**EXERCISE OBJECTIVE:**
Locate every line below that contains the word "userId" and copy it.

** PROVIDED RECORDS follows **

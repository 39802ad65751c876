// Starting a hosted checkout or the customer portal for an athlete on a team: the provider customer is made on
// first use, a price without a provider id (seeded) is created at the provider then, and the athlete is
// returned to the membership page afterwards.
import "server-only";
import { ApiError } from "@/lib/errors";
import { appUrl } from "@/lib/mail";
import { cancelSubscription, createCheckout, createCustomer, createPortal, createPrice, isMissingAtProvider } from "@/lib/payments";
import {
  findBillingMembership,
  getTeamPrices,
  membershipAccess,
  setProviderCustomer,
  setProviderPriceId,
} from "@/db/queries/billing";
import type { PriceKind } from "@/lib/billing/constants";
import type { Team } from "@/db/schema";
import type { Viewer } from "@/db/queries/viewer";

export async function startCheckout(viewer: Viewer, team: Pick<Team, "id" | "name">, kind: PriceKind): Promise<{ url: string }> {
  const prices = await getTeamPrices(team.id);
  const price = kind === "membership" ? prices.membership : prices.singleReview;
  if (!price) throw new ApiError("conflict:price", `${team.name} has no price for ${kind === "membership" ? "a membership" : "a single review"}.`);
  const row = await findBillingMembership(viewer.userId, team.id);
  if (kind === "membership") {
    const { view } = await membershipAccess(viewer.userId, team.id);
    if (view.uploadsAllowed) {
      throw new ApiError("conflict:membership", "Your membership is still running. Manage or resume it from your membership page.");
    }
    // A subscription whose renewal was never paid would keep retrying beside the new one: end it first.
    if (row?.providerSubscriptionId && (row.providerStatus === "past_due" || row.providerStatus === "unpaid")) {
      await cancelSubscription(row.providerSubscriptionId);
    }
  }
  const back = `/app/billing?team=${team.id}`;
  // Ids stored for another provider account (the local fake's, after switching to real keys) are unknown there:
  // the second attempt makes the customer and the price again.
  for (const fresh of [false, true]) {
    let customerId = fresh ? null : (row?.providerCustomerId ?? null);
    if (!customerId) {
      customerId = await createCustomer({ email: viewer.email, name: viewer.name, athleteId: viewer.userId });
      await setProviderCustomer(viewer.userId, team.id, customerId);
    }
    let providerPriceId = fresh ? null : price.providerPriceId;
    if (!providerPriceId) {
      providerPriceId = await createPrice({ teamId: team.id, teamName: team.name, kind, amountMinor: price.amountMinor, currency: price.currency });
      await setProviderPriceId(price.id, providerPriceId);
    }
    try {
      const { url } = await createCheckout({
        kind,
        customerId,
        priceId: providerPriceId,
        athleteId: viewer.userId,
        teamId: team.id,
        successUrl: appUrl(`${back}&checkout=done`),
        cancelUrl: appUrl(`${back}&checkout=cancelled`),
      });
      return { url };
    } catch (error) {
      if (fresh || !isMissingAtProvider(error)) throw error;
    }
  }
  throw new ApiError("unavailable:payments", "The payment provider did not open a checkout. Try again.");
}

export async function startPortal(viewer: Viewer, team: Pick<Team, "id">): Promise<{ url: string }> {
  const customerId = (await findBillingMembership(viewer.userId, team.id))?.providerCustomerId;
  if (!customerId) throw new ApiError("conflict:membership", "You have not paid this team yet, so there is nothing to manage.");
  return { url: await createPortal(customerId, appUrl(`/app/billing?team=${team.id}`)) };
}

** End of PROVIDED RECORDS **
** PROVIDED RECORDS follows **

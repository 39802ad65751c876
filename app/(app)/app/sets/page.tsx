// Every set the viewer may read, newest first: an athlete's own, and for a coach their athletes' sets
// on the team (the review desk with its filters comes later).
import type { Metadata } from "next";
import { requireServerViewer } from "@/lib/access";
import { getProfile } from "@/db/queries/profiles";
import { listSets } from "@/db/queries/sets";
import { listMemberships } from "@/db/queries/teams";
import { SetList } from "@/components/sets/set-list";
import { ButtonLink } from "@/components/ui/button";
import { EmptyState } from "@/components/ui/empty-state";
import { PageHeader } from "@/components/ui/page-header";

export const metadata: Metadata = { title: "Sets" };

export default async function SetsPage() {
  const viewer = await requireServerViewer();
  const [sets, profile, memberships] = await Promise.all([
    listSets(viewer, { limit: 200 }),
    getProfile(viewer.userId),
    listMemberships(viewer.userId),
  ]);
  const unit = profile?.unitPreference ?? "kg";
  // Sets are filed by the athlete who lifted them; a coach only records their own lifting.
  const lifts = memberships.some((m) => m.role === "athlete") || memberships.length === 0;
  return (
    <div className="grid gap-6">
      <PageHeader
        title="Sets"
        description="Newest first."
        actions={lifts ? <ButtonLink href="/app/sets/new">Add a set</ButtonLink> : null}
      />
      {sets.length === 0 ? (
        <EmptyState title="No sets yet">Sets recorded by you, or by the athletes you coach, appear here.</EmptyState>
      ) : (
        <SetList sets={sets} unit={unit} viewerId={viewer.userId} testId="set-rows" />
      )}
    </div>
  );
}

** End of PROVIDED RECORDS **

**YOUR SOLUTION:**
  const row = await findBillingMembership(viewer.userId, team.id);
    const { view } = await membershipAccess(viewer.userId, team.id);
      customerId = await createCustomer({ email: viewer.email, name: viewer.name, athleteId: viewer.userId });
      await setProviderCustomer(viewer.userId, team.id, customerId);
        athleteId: viewer.userId,
  const customerId = (await findBillingMembership(viewer.userId, team.id))?.providerCustomerId;
    getProfile(viewer.userId),
    listMemberships(viewer.userId),
        <SetList sets={sets} unit={unit} viewerId={viewer.userId} testId="set-rows" />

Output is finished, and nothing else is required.